Ganz zufrieden bin ich trotzdem nicht. Es geht mir wie nach dem Karatekurs, den ich als Teenager gemacht habe und bei dem ich mich immer fragte: Was, wenn der Unhold nachts im Park nicht in Karate-Grundstellung vor mir steht? Es ist eine Sache, eine fremde Frau nach festgelegten Regeln auf die Oberarme zu hauen – und eine andere, mit einer guten Freundin Tacheles zu reden. Unberechenbarer. Gefährlicher. Weil ich das aber noch immer nicht so genau weiß, und weil ich mir nach wie vor unsicher bin, wie ich da hinkomme, habe ich mich schließlich mit Susanne Westphal zu einem Coaching-Tag verabredet. „Ziehen Sie bequeme Schuhe an, wir laufen um die Außenalster“, hat sie mir beim Vorgespräch vorgeschlagen. Draußen, im Gehen, fällt ihrer Erfahrung nach der Groschen leichter als in sterilen Büroräumen.
Susanne Westphal coacht Führungskräfte in Sachen Kommunikation, gibt aber auch Seminare wie „Durchsetzungskraft für Harmoniesüchtige“. Bingo. Beim ersten Morgen-Macchiato auf dem Bootssteg fragt sie weniger, wo ich herkomme – sie interessiert zunächst vor allem, wo ich hinwill. Ich sage, dass ich im Streit nicht mehr das Gefühl haben möchte, als ganze Person in Frage gestellt zu werden. Sie runzelt besorgt die Brauen. „Dieses Ziel ist wahnsinnig schwer zu erreichen.“ Hilfe: Bin ich etwa ein hoffnungsloser Fall? Nein, beruhigt sie mich: Ich müsse mein Ziel anders formulieren. Positiv, messbar, zeitlich begrenzt. Sie schenkt mir ein Notizbuch, und ich versuche es noch einmal. Schreibe „Ich werde“ statt „ich möchte“, formuliere, wie ich in Konfliktsituationen gerne sein will – souverän und zugewandt statt ängstlich – , gebe mir sogar einen Zeitrahmen vor, bis wann ich eine Veränderung spüren möchte.

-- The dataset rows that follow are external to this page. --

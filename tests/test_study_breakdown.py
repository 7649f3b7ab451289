"""Component table and variance parts."""

import numpy as np
import pytest
from ledger_builder import HEDGED, build_ledger, hedge_calls

from hedgesim.study.breakdown import breakdown, variances

COMPONENTS = ("revaluation", "vol_gap", "sampling", "lag", "remainder", "costs.spread", "costs.tickets", "funding")


def mixed_ledger(*, underlyings=("CORVANE", "TALLOW"), paths=960, seed=3, **options):
    rng = np.random.default_rng(seed)
    u, c = len(underlyings), len(COMPONENTS)
    mix = rng.normal(size=(u * c, u * c))
    detail = np.einsum("kl,sln->skn", mix, rng.standard_normal((3, u * c, paths))) + rng.normal(size=(3, u * c, 1))
    return build_ledger(detail.reshape(3, u, c, paths), components=COMPONENTS, underlyings=underlyings, **options)


def replayed(*, reference, seed=4, paths=800):
    rng = np.random.default_rng(seed)
    seen = rng.standard_normal(paths)
    lag = np.array([2.0, 1.0, 0.0])[:, None] * rng.standard_normal((3, paths))
    cost = np.abs(rng.standard_normal((3, paths)))
    detail = np.stack([np.broadcast_to(seen, (3, paths)), lag, -cost], axis=1)[:, None]
    picks = rng.integers(0, paths, (200, paths))
    return build_ledger(
        detail,
        components=("vol_gap_seen", "lag", "costs.spread"),
        resamples=picks,
        reference=reference,
        engine="replay",
        below_look=0.125,
    )


def test_components_add_to_the_total_and_shares_to_one():
    ledger = mixed_ledger()
    b = breakdown(ledger, np.arange(3))
    single = [i for i, name in enumerate(b.components) if name != "total" and not name.startswith("costs.")]
    np.testing.assert_allclose(b.mean[:, -1, single].sum(axis=1), ledger.totals.mean(axis=1), rtol=1e-10)
    np.testing.assert_allclose(b.share[:, -1, single].sum(axis=1), 1.0, rtol=1e-10)
    np.testing.assert_allclose(b.std[:, -1, -1], ledger.totals.std(axis=1, ddof=1), rtol=1e-10)
    assert b.components[-1] == "total"
    assert b.underlyings == ("CORVANE", "TALLOW", "all")


def test_underlyings_add_to_the_book():
    b = breakdown(mixed_ledger(), np.arange(3))
    np.testing.assert_allclose(b.mean[:, :2].sum(axis=1), b.mean[:, 2], rtol=1e-10)
    np.testing.assert_allclose(b.share[:, :2].sum(axis=1), b.share[:, 2], atol=1e-12)


def test_cost_kinds_add_to_costs():
    b = breakdown(mixed_ledger(), np.arange(3))
    at = b.components.index
    kinds = [at("costs.spread"), at("costs.tickets")]
    np.testing.assert_allclose(b.mean[:, :, kinds].sum(axis=2), b.mean[:, :, at("costs")], rtol=1e-10)
    np.testing.assert_allclose(b.share[:, :, kinds].sum(axis=2), b.share[:, :, at("costs")], atol=1e-12)


def test_component_figures_are_those_of_the_paths():
    ledger = mixed_ledger()
    b = breakdown(ledger, np.arange(3))
    book = ledger.totals[1]
    vol_gap = ledger.detail[1, 1, 1]
    place = 1, 1, b.components.index("vol_gap")
    assert b.mean[place] == pytest.approx(vol_gap.mean(), rel=1e-10)
    assert b.std[place] == pytest.approx(vol_gap.std(ddof=1), rel=1e-10)
    assert b.share[place] == pytest.approx(np.cov(vol_gap, book)[0, 1] / book.var(ddof=1), rel=1e-9)
    assert b.mean_se[place] == pytest.approx(vol_gap.std(ddof=1) / np.sqrt(960), rel=1e-10)


def test_costs_row_is_there_without_costs_and_funding_is_not():
    ledger = build_ledger(
        np.random.default_rng(1).normal(size=(1, 1, 2, 100)), components=("vol_gap", "lag"), groups=10
    )
    b = breakdown(ledger, np.arange(1))
    assert b.components == ("vol_gap", "lag", "costs", "total")
    assert b.mean[0, -1, 2] == 0.0


def test_constant_total_has_no_shares():
    ledger = build_ledger(np.zeros((1, 1, 1, 64)), components=("lag",), groups=8)
    b = breakdown(ledger, np.arange(1))
    assert np.isnan(b.share).all()


def test_jackknife_of_a_mean_is_the_spread_of_group_means():
    # For a mean, the delete-one-group jackknife is exactly the variance of the group means over their number.
    ledger = mixed_ledger()
    groups = ledger.totals[0].reshape(32, -1).mean(axis=1)
    found = ledger.replicates.standard_error(lambda m: m.mean.sum(axis=1))
    assert found[0] == pytest.approx(groups.std(ddof=1) / np.sqrt(32), rel=1e-9)


def test_jackknife_error_of_removable_matches_fresh_samples():
    parts = [variances(_reshuffled(seed), np.arange(3)) for seed in range(300)]
    spread = np.std([p.value.removable for p in parts], axis=0, ddof=1)
    stated = np.sqrt(np.mean([p.error.removable**2 for p in parts], axis=0))
    # 300 samples: 1/sqrt(600) = 4.1 %, four of them.
    np.testing.assert_allclose(stated, spread, rtol=0.17)


def _reshuffled(seed):
    """Fresh normal components with one fixed covariance."""
    mix = np.random.default_rng(3).normal(size=(8, 8))
    draws = np.random.default_rng(1000 + seed).standard_normal((3, 8, 640))
    return build_ledger((mix @ draws)[:, None], components=COMPONENTS)


def test_variance_parts_add_to_the_total():
    v = variances(mixed_ledger(), np.arange(3)).value
    added = v.discretisation + v.floor + v.costs
    added = added + 2 * (v.discretisation_floor + v.discretisation_costs + v.floor_costs)
    np.testing.assert_allclose(added, v.total, rtol=1e-10)
    np.testing.assert_allclose(v.removable, v.discretisation + 2 * v.discretisation_floor, rtol=1e-9)


def test_removable_share_and_roots():
    v = variances(mixed_ledger(), np.arange(3))
    np.testing.assert_allclose(v.removable_share, 1 - v.value.floor / v.value.gross)
    np.testing.assert_allclose(v.std_gross**2, v.value.gross)
    np.testing.assert_allclose(v.std_floor**2, v.value.floor)


def test_price_history_measures_removable_against_every_look():
    ledger = replayed(reference=2)
    v = variances(ledger, np.arange(3))
    gross = ledger.detail[:, 0, :2].sum(axis=1).var(axis=1, ddof=1)
    np.testing.assert_allclose(v.value.removable, gross - gross[2], atol=1e-12)
    assert v.error.removable[2] == 0.0
    assert v.error.removable[0] > 0.0
    assert np.isnan(v.std_floor).all()
    assert np.isnan(v.value.discretisation).all()
    assert not v.floor_known
    assert v.below_look == 0.125


def test_price_history_without_reference_has_no_removable():
    v = variances(replayed(reference=-1), np.arange(3))
    assert np.isnan(v.value.removable).all()
    assert not v.reference_known


def test_hidden_reference_still_serves():
    v = variances(replayed(reference=2), np.arange(2))
    assert v.value.removable.shape == (2,)
    assert np.isfinite(v.value.removable).all()


def test_price_history_errors_of_means_come_from_the_resamples():
    ledger = replayed(reference=2)
    b = breakdown(ledger, np.arange(3))
    picks = ledger.resamples
    means = ledger.totals[0][picks].mean(axis=1)
    assert b.mean_se[0, -1, -1] == pytest.approx(means.std(ddof=1), rel=1e-9)


def test_hedging_simulation_obeys_the_identity():
    hedged = hedge_calls(trades=(4, 16), looks=16, paths=500, seed=2, ticket=0.01)
    np.testing.assert_allclose(hedged.components.sum(axis=1), hedged.cash, atol=1e-11)
    assert (hedged.components[1, HEDGED.index("lag")] == 0.0).all()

Ein richtig guter Anfang, lobt Susanne Westphal. Aber es kommt noch besser. Auf nicht einmal zehn Kilometern Fußweg, zwischen Trauerweiden und großbürgerlichen Villen, dröselt sie mein Problem auf und hilft mir, die Fäden neu zu flechten. Wie ich Zeit gewinne, wenn ich angegriffen werde: In dem ich zuhöre, innerlich Feedback willkommen heiße, nachfrage, ohne mich sofort schuldig zu sprechen. Und gleichzeitig schon die eigenen Argumente im Kopf ordne. Ich lerne auch, dass ich mir für Kritik ein klares Ziel setzen und es verfolgen muss, statt auf halbem Wege einen Rückzieher zu machen – so wie im Gespräch mit der anhänglichen Anke. Mir zwei, drei wichtige Punkte zu überlegen, den innerlichen Vorsprung zu nutzen, statt schwierige Gespräche so lange innerlich durchzuspielen, bis der richtige Zeitpunkt vorbei ist. Irgendwann fragt sie: „Was würde schlimmstenfalls passieren, wenn Sie jemanden angreifen?“ Ganz einfach: Er könnte den Kontakt abbrechen. Oder das Thema könnte auf Dauer die Beziehung vergiften. Sie lächelt. „Genau diese Ängste hätte ich, wenn ich etwas nicht anspreche.“
Am nächsten Tag rufe ich Anke an. Und bin selbst verwundert über meine innere Ruhe. Ich sage ihr, dass ich gerne mit ihr zusammen bin. Aber dass ich mir trotzdem wünsche, sie würde mir mehr Raum lassen. Verstehen, dass mir die viele Zeit, die ich mit ihr verbringe, an anderer Stelle fehlt. Sie hört mir zu. Schimpft nicht, weint nicht, zeigt Verständnis. Es fühlt sich nicht nur für mich gut an, es ist auch, als hielte sie mir einen Spiegel vor: Obwohl ich sie kritisiere, macht sie sich nicht klein. Offensichtlich hat sie besser drauf, was ich gerade erst lerne. Aber ich bin ja auch noch Anfängerin, im Streiten wie im Boxen. Ist übrigens ein super Workout. Nächste Woche kaufe ich mir ein paar Handschuhe.